> _INPUT_
"""Profiles that build on others, change a rule's severity or switch a rule off (only with a
recorded justification), and the errors a profile author can make."""

from __future__ import annotations

import datetime
from pathlib import Path

import pytest

from reviewer.cli import main
from reviewer.engine import review
from reviewer.errors import InputError
from reviewer.findings import Finding, Severity, Source, Verdict
from reviewer.profile import load_profile, parse_profile
from reviewer.report import render_markdown
from reviewer.rule import Rule
from reviewer.session import built_in_profile
from reviewer.testing import make_build, severities

SOURCES = (Source.common_practice("test rule"),)
BUILD = make_build({})


def _rule(rule_id: str, *found: Severity) -> Rule:
    def check(build, profile):
        """Yields the given severities, one subject each."""
        for index, severity in enumerate(found):
            yield Finding(severity, f"subject {index}", f"gave {severity.value}")

    return Rule(id=rule_id, title=rule_id, check=check, sources=SOURCES)


@pytest.fixture
def write(tmp_path: Path):
    def write(name: str, text: str) -> Path:
        path = tmp_path / name
        path.parent.mkdir(parents=True, exist_ok=True)
        path.write_text(text, encoding="utf-8")
        return path

    return write


LIMIT = '[limits.{key}]\nvalue = "{value}"\nsource = "{source}"\nstatus = "common practice"\n'


# --- extends --------------------------------------------------------------------------------


def test_extending_the_built_in_profile_inherits_and_overrides(write) -> None:
    path = write(
        "club.toml",
        '[profile]\nname = "club"\nextends = "default"\nmandatory_rules = ["club.extra"]\n'
        + LIMIT.format(key="speed.max_speed.youth", value="15 km/h", source="club rule 3"),
    )
    base, club = built_in_profile(), built_in_profile(path)
    assert club.name == "club" and club.extends == ("(built-in) default.toml",)
    assert club.limit("speed.max_speed.youth").magnitude("km/h") == pytest.approx(15)
    assert club.limit("speed.max_speed.youth").source.citation == "club rule 3"
    adult = "speed.max_speed.adult"
    assert club.limit(adult).value == base.limit(adult).value  # inherited, with its source
    assert club.limit(adult).source == base.limit(adult).source
    assert club.mandatory_rules == (*base.mandatory_rules, "club.extra")
    assert club.fingerprint not in (base.fingerprint, "")


def test_extends_follows_relative_paths_through_several_levels(write) -> None:
    write(
        "shared/region.toml",
        '[profile]\nname = "region"\nextends = "default"\n'
        + LIMIT.format(key="speed.max_speed.adult", value="20 km/h", source="region"),
    )
    write(
        "shared/club.toml",
        '[profile]\nname = "club"\nextends = "region.toml"\nrequired_packs = ["clubone"]\n',
    )
    event = write(
        "event.toml",
        '[profile]\nname = "event"\nextends = "shared/club.toml"\n'
        'required_packs = ["clubtwo"]\n'
        + LIMIT.format(key="speed.max_speed.child", value="8 km/h", source="event"),
    )
    profile = load_profile(event)
    assert profile.limit("speed.max_speed.adult").magnitude("km/h") == pytest.approx(20)
    assert profile.limit("speed.max_speed.child").magnitude("km/h") == pytest.approx(8)
    assert profile.required_packs == ("clubone", "clubtwo")
    assert [Path(p).name for p in profile.extends[:2]] == ["club.toml", "region.toml"]


def test_a_cycle_in_extends_is_an_input_error(write) -> None:
    write("a.toml", '[profile]\nname = "a"\nextends = "b.toml"\n')
    b = write("b.toml", '[profile]\nname = "b"\nextends = "a.toml"\n')
    with pytest.raises(InputError, match="no cycle") as caught:
        load_profile(b)
    assert caught.value.field == "profile.extends"


def test_a_profile_extending_itself_is_a_cycle(write) -> None:
    path = write("self.toml", '[profile]\nname = "self"\nextends = "self.toml"\n')
    with pytest.raises(InputError, match="no cycle"):
        load_profile(path)


def test_missing_parent_is_an_input_error_naming_the_child(write) -> None:
    path = write("club.toml", '[profile]\nname = "club"\nextends = "nowhere.toml"\n')
    with pytest.raises(InputError) as caught:
        load_profile(path)
    assert caught.value.file == str(path) and caught.value.field == "profile.extends"


def test_override_must_keep_the_kind_of_value(write) -> None:
    path = write(
        "club.toml",
        '[profile]\nname = "club"\nextends = "default"\n'
        + LIMIT.format(key="speed.max_speed.adult", value="25 kg", source="typo"),
    )
    with pytest.raises(InputError, match="same kind"):
        built_in_profile(path)


@pytest.mark.parametrize(
    ("text", "field"),
    [
        ('[profile]\nname = "x"\nrequired_pack = ["a"]\n', "profile.required_pack"),
        ('[profile]\nname = "x"\nrequired_packs = ["Bad Name"]\n', "profile.required_packs"),
        ('[profile]\nname = "x"\nrule_time_budget = "fast"\n', "profile.rule_time_budget"),
        ('[profile]\nname = "x"\nrule_time_budget = "2 V"\n', "profile.rule_time_budget"),
        ('[profile]\nname = "x"\nextends = 3\n', "profile.extends"),
    ],
)
def test_profile_mistakes_are_input_errors(text: str, field: str) -> None:
    with pytest.raises(InputError) as caught:
        parse_profile(text, "x.toml")
    assert caught.value.field == field


def test_misspelt_top_level_table_is_an_input_error() -> None:
    text = '[profile]\nname = "x"\n' + LIMIT.format(key="speed.max", value="1 km/h", source="s")
    with pytest.raises(InputError, match="did you mean 'limits'"):
        parse_profile(text.replace("[limits.", "[limit."), "x.toml")


def test_misspelt_profile_key_gets_a_suggestion() -> None:
    with pytest.raises(InputError, match="did you mean 'required_packs'"):
        parse_profile('[profile]\nname = "x"\nrequired_pack = ["a"]\n', "x.toml")


def test_rule_time_budget_is_a_duration_and_is_inherited(write) -> None:
    parent = write("p.toml", '[profile]\nname = "p"\nrule_time_budget = "500 ms"\n')
    child = write("c.toml", '[profile]\nname = "c"\nextends = "p.toml"\n')
    assert load_profile(parent).rule_time_budget == pytest.approx(0.5)
    assert load_profile(child).rule_time_budget == pytest.approx(0.5)
    assert load_profile().rule_time_budget == pytest.approx(2.0)


# --- escalate_to ----------------------------------------------------------------------------


@pytest.mark.parametrize(
    ("target", "found", "expected"),
    [
        ("stop", Severity.FIX, Severity.STOP),
        ("stop", Severity.ADVISE, Severity.STOP),
        ("fix", Severity.ADVISE, Severity.FIX),
        ("fix", Severity.STOP, Severity.STOP),  # never lowered
        ("stop", Severity.PASS, Severity.PASS),  # a pass stays a pass
        ("stop", Severity.UNASSESSED, Severity.UNASSESSED),
    ],
)
def test_escalate_to_raises_only_fix_and_advise(target, found, expected) -> None:
    profile = parse_profile(
        f'[profile]\nname = "club"\n[rules."club.check"]\nescalate_to = "{target}"\n', "c.toml"
    )
    result = review(BUILD, profile, [_rule("club.check", found)])
    assert severities(result.findings) == [expected]
    if expected is not found:
        assert "profile 'club' escalates this rule" in result.findings[0].rationale


def test_escalation_changes_the_verdict() -> None:
    profile = parse_profile(
        '[profile]\nname = "club"\n[rules."club.check"]\nescalate_to = "stop"\n', "c.toml"
    )
    assert review(BUILD, profile, [_rule("club.check", Severity.FIX)]).verdict is Verdict.NO_GO


def test_escalating_a_rule_no_pack_provides_makes_the_review_incomplete() -> None:
    profile = parse_profile(
        '[profile]\nname = "club"\n[rules."club.chek"]\nescalate_to = "stop"\n', "c.toml"
    )
    result = review(BUILD, profile, [_rule("club.check", Severity.PASS)])
    assert result.verdict is Verdict.INCOMPLETE
    assert any("escalates rule club.chek" in f.rationale for f in result.findings)


# --- switching a rule off -------------------------------------------------------------------

OFF = """
[profile]
name = "club"
mandatory_rules = ["club.check", "club.other"]

[rules."club.check"]
enabled = false
justification = "Club karts carry no logic board"
by = "Safety officer (invented)"
date = 2025-03-01
"""


def test_switched_off_rule_does_not_run_and_the_review_says_why() -> None:
    profile = parse_profile(OFF, "club.toml")
    rules = [_rule("club.check", Severity.STOP), _rule("club.other", Severity.PASS)]
    result = review(BUILD, profile, rules)
    assert result.verdict is Verdict.GO  # the stop never ran; switched off is not mandatory
    assert [f.rule_id for f in result.findings] == ["club.other"]
    assert profile.mandatory_rules == ("club.other",)
    (setting,) = profile.switched_off
    assert setting.date == datetime.date(2025, 3, 1)
    text = render_markdown(result)
    assert "## Rules switched off by the profile" in text
    assert (
        "| club.check | Safety officer (invented) | 2025-03-01 | Club karts carry no logic board |"
        in text
    )


def test_no_section_when_nothing_is_switched_off() -> None:
    profile = parse_profile('[profile]\nname = "plain"\n', "plain.toml")
    text = render_markdown(review(BUILD, profile, [_rule("club.other", Severity.PASS)]))
    assert "switched off" not in text


@pytest.mark.parametrize("missing", ["justification", "by", "date"])
def test_switching_off_needs_justification_who_and_when(missing: str) -> None:
    lines = [line for line in OFF.splitlines() if not line.startswith(f"{missing} =")]
    with pytest.raises(InputError) as caught:
        parse_profile("\n".join(lines), "club.toml")
    assert caught.value.field == f"rules.club.check.{missing}"


@pytest.mark.parametrize(
    ("table", "field"),
    [
        ('enabled = false\njustification = " "\nby = "x"\ndate = 2025-01-01', "justification"),
        ('enabled = false\njustification = "j"\nby = "x"\ndate = "soon"', "date"),
        ('enabled = "no"', "enabled"),
        ('escalate_to = "worse"', "escalate_to"),
        ('escalate_to = "pass"', "escalate_to"),
        ('justification = "why"', "justification"),
        ('escalate_too = "stop"', "escalate_too"),
    ],
)
def test_rule_setting_mistakes_are_input_errors(table: str, field: str) -> None:
    with pytest.raises(InputError) as caught:
        parse_profile(f'[profile]\nname = "c"\n[rules."club.check"]\n{table}\n', "c.toml")
    assert caught.value.field == f"rules.club.check.{field}"


def test_a_child_can_switch_back_on_what_a_parent_switched_off(write) -> None:
    write("parent.toml", OFF)
    child = write(
        "child.toml",
        '[profile]\nname = "child"\nextends = "parent.toml"\n'
        '[rules."club.check"]\nescalate_to = "stop"\n',
    )
    profile = load_profile(child)
    assert profile.runs("club.check") and not profile.switched_off
    assert profile.mandatory_rules == ("club.check", "club.other")


def test_rules_command_shows_what_a_profile_does(write, capsys) -> None:
    path = write(
        "club.toml",
        '[profile]\nname = "club"\nextends = "default"\n'
        '[rules."logic.pin-current"]\nenabled = false\njustification = "no logic board"\n'
        'by = "officer"\ndate = 2025-03-01\n[rules."motor.cooling"]\nescalate_to = "stop"\n',
    )
    assert main(["rules", "--profile", str(path)]) == 0
    out = capsys.readouterr().out
    assert "(switched off by officer on 2025-03-01: no logic board)" in out
    assert "(fix and advise findings escalated to stop)" in out
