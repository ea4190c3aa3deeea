"""wiring.stall-current on the bundling boundary: a mutant of rules/wiring/_model.py that
counted a wire's loaded conductors one off survived the rule's own tests
(benchmarks/mutation_score.py on rules/wiring/).

The pack is 6 Li-ion cells in series (25.2 V full; Linden, from memory); the wire is 12 AWG
silicone rated 200 degC at 30 degC ambient, behind a 20 A hardware current limit.
"""

from __future__ import annotations

import pytest
from firstride_rules.wiring.stall_current import RULE

from reviewer.testing import run_rule_on


def rated_amps(bundled_with: int) -> float:
    lead = {
        "name": "pack positive",
        "circuit": "battery",
        "gauge": "12 AWG",
        "length": "0.5 m",
        "insulation": "silicone",
        "temperature_rating": "200 degC",
        "bundled_with": bundled_with,
    }
    data = {
        "battery": {"chemistry": "li-ion", "cells_series": 6},
        "motors": [{"name": "drive", "type": "brushed", "winding_resistance": "0.3 ohm"}],
        "wires": [lead],
        "controller": {
            "motor_current_limit": "20 A",
            "current_limit_response": "10 ms",
            "current_limit_kind": "hardware",
        },
        "usage": {"ambient_temperature": "30 degC"},
    }
    (finding,) = [f for f in run_rule_on(RULE, data) if f.subject == "wire 'pack positive'"]
    return float(finding.limit.m_as("A"))


def test_three_loaded_conductors_keep_the_table_ampacity_and_four_do_not():
    # NEC 310.15(C)(1) (from memory): adjustment applies to more than three current-carrying
    # conductors, 80 % for four to six; NEC Table 310.16: 12 AWG copper, 90 degC column, 30 A
    alone = rated_amps(0)
    assert alone == pytest.approx(30.0)
    assert rated_amps(2) == pytest.approx(alone)  # with two others: three conductors
    assert rated_amps(3) < alone  # with three others: four conductors
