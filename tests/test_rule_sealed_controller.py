"""A sealed brushless controller, judged by what it publishes (issue 10): datasheet ratings, the
input voltage, a bridge that needs no freewheel diode, a limit of unstated kind."""

from __future__ import annotations

from typing import Any

from firstride_rules.controller.current_sense import RULE as CURRENT_SENSE
from firstride_rules.controller.freewheel import RULE as FREEWHEEL
from firstride_rules.controller.switch_thermal import RULE as SWITCH_THERMAL
from firstride_rules.voltage.ratings import RULE as VOLTAGE

from reviewer.findings import Severity
from reviewer.testing import run_rule_on, variant

# Invented parts: a 10S li-ion pack (42 V full: 10 x 4.2 V, Linden, from memory) and a hub motor.
BUILD: dict[str, Any] = {
    "battery": {
        "chemistry": "li-ion",
        "cells_series": 10,
        "cells_parallel": 1,
        "cell_internal_resistance": "0.03 ohm",
    },
    "motors": [
        {"name": "hub", "type": "brushless", "kv": "12 rpm/V", "winding_resistance": "0.24 ohm"}
    ],
    "controller": {
        "drive": "six-step",
        "motor_current_limit": "25 A",
        "battery_current_limit": "15 A",
        "current_limit_kind": "software",
        "rated_continuous_current": "30 A",
        "peak_current": "40 A",
        "max_input_voltage": "60 V",
    },
}


def _by_subject(rule, data) -> dict[str, Any]:
    return {f.subject: f for f in run_rule_on(rule, data)}


def test_a_sealed_controller_is_assessed_by_its_datasheet() -> None:
    found = _by_subject(SWITCH_THERMAL, BUILD)
    assert found["controller switch"].severity is Severity.PASS
    assert found["controller peak rating"].severity is Severity.PASS
    # a locked rotor at the 25 A limit, within 40 A peak and 30 A continuous
    assert found["controller continuous rating"].measured.m_as("A") == 25.0
    assert all(f.severity is not Severity.UNASSESSED for f in found.values())


def test_a_limit_above_the_controllers_continuous_rating_is_not_a_pass() -> None:
    data = variant(BUILD, controller__motor_current_limit="35 A")
    found = _by_subject(SWITCH_THERMAL, data)
    continuous = found["controller continuous rating"]
    assert continuous.severity is Severity.FIX
    assert "controller.motor_current_limit to 30 A or less" in continuous.remedy
    # with the battery limit the locked rotor takes only sqrt(15 x 42 / 0.54) = 34.2 A: no stop
    both = variant(BUILD, controller__motor_current_limit="45 A")
    assert _by_subject(SWITCH_THERMAL, both)["controller peak rating"].severity is Severity.PASS
    alone = variant(both, controller__battery_current_limit=None)
    assert _by_subject(SWITCH_THERMAL, alone)["controller peak rating"].severity is Severity.STOP


def test_exactly_on_the_continuous_rating_passes() -> None:
    data = variant(BUILD, controller__motor_current_limit="30 A")
    assert _by_subject(SWITCH_THERMAL, data)["controller continuous rating"].severity is (
        Severity.PASS
    )


def test_a_missing_datasheet_rating_is_named_not_passed() -> None:
    data = variant(BUILD, controller__peak_current=None)
    found = _by_subject(SWITCH_THERMAL, data)
    assert found["controller peak rating"].severity is Severity.UNASSESSED
    assert found["controller peak rating"].missing == ("controller.peak_current",)


def test_a_battery_limit_alone_is_judged_at_the_motor_current_it_lets_through() -> None:
    # R I^2 = I_b V at a stall (energy balance, brief 11): 15 A x 42 V over 0.24 ohm plus the
    # pack's 0.3 ohm -> sqrt(630 / 0.54) = 34.2 A, above the 30 A continuous rating
    data = variant(BUILD, controller__motor_current_limit=None)
    continuous = _by_subject(SWITCH_THERMAL, data)["controller continuous rating"]
    assert continuous.measured.m_as("A") > 30.0
    assert continuous.severity is Severity.FIX


def test_the_pack_above_the_controllers_input_maximum_is_a_stop() -> None:
    found = _by_subject(VOLTAGE, variant(BUILD, controller__max_input_voltage="36 V"))
    assert found["controller input"].severity is Severity.STOP
    assert _by_subject(VOLTAGE, BUILD)["controller input"].severity is Severity.PASS


def test_no_review_of_a_brushless_motor_asks_for_a_freewheel_diode() -> None:
    # Mohan, Undeland and Robbins (from memory): a three-phase bridge's antiparallel diodes carry
    # the phase current when a switch opens
    data = variant(BUILD, controller__switch_max_voltage="45 V")
    findings = run_rule_on(VOLTAGE, data) + run_rule_on(FREEWHEEL, data)
    text = " ".join(f"{f.rationale} {f.remedy or ''}" for f in findings).lower()
    assert "fit a freewheel diode" not in text
    bridge = _by_subject(VOLTAGE, data)["bridge switches"]
    # 45 V against 1.25 x 42 V = 52.5 V with the diodes clamping: a fix, not a 2 x 42 V stop
    assert bridge.severity is Severity.FIX and bridge.limit.m_as("V") < 2 * 42.0


def test_a_limit_of_unstated_kind_with_no_sensor_is_not_passed() -> None:
    data = variant(
        BUILD,
        controller__current_limit_kind=None,
        controller__rated_continuous_current=None,
        controller__peak_current=None,
    )
    (finding,) = run_rule_on(CURRENT_SENSE, data)[:1]
    assert finding.severity is Severity.UNASSESSED and "unstated kind" in finding.rationale
    sealed = run_rule_on(CURRENT_SENSE, BUILD)[0]
    assert sealed.severity is Severity.PASS and "sealed controller" in sealed.rationale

> _YOUR OBJECTIVE_
Extract from the records above the lines from the one containing "(benchmarks/mutation_score.py on rules/wiring/)." to the one containing "from typing import Any", both lines included, exactly as they appear and with nothing else.

> _RESULT OF THE EXERCISE_
(benchmarks/mutation_score.py on rules/wiring/).

The pack is 6 Li-ion cells in series (25.2 V full; Linden, from memory); the wire is 12 AWG
silicone rated 200 degC at 30 degC ambient, behind a 20 A hardware current limit.
"""

from __future__ import annotations

import pytest
from firstride_rules.wiring.stall_current import RULE

from reviewer.testing import run_rule_on


def rated_amps(bundled_with: int) -> float:
    lead = {
        "name": "pack positive",
        "circuit": "battery",
        "gauge": "12 AWG",
        "length": "0.5 m",
        "insulation": "silicone",
        "temperature_rating": "200 degC",
        "bundled_with": bundled_with,
    }
    data = {
        "battery": {"chemistry": "li-ion", "cells_series": 6},
        "motors": [{"name": "drive", "type": "brushed", "winding_resistance": "0.3 ohm"}],
        "wires": [lead],
        "controller": {
            "motor_current_limit": "20 A",
            "current_limit_response": "10 ms",
            "current_limit_kind": "hardware",
        },
        "usage": {"ambient_temperature": "30 degC"},
    }
    (finding,) = [f for f in run_rule_on(RULE, data) if f.subject == "wire 'pack positive'"]
    return float(finding.limit.m_as("A"))


def test_three_loaded_conductors_keep_the_table_ampacity_and_four_do_not():
    # NEC 310.15(C)(1) (from memory): adjustment applies to more than three current-carrying
    # conductors, 80 % for four to six; NEC Table 310.16: 12 AWG copper, 90 degC column, 30 A
    alone = rated_amps(0)
    assert alone == pytest.approx(30.0)
    assert rated_amps(2) == pytest.approx(alone)  # with two others: three conductors
    assert rated_amps(3) < alone  # with three others: four conductors
filename tests/test_rule_sealed_controller.py
"""A sealed brushless controller, judged by what it publishes (issue 10): datasheet ratings, the
input voltage, a bridge that needs no freewheel diode, a limit of unstated kind."""

from __future__ import annotations

from typing import Any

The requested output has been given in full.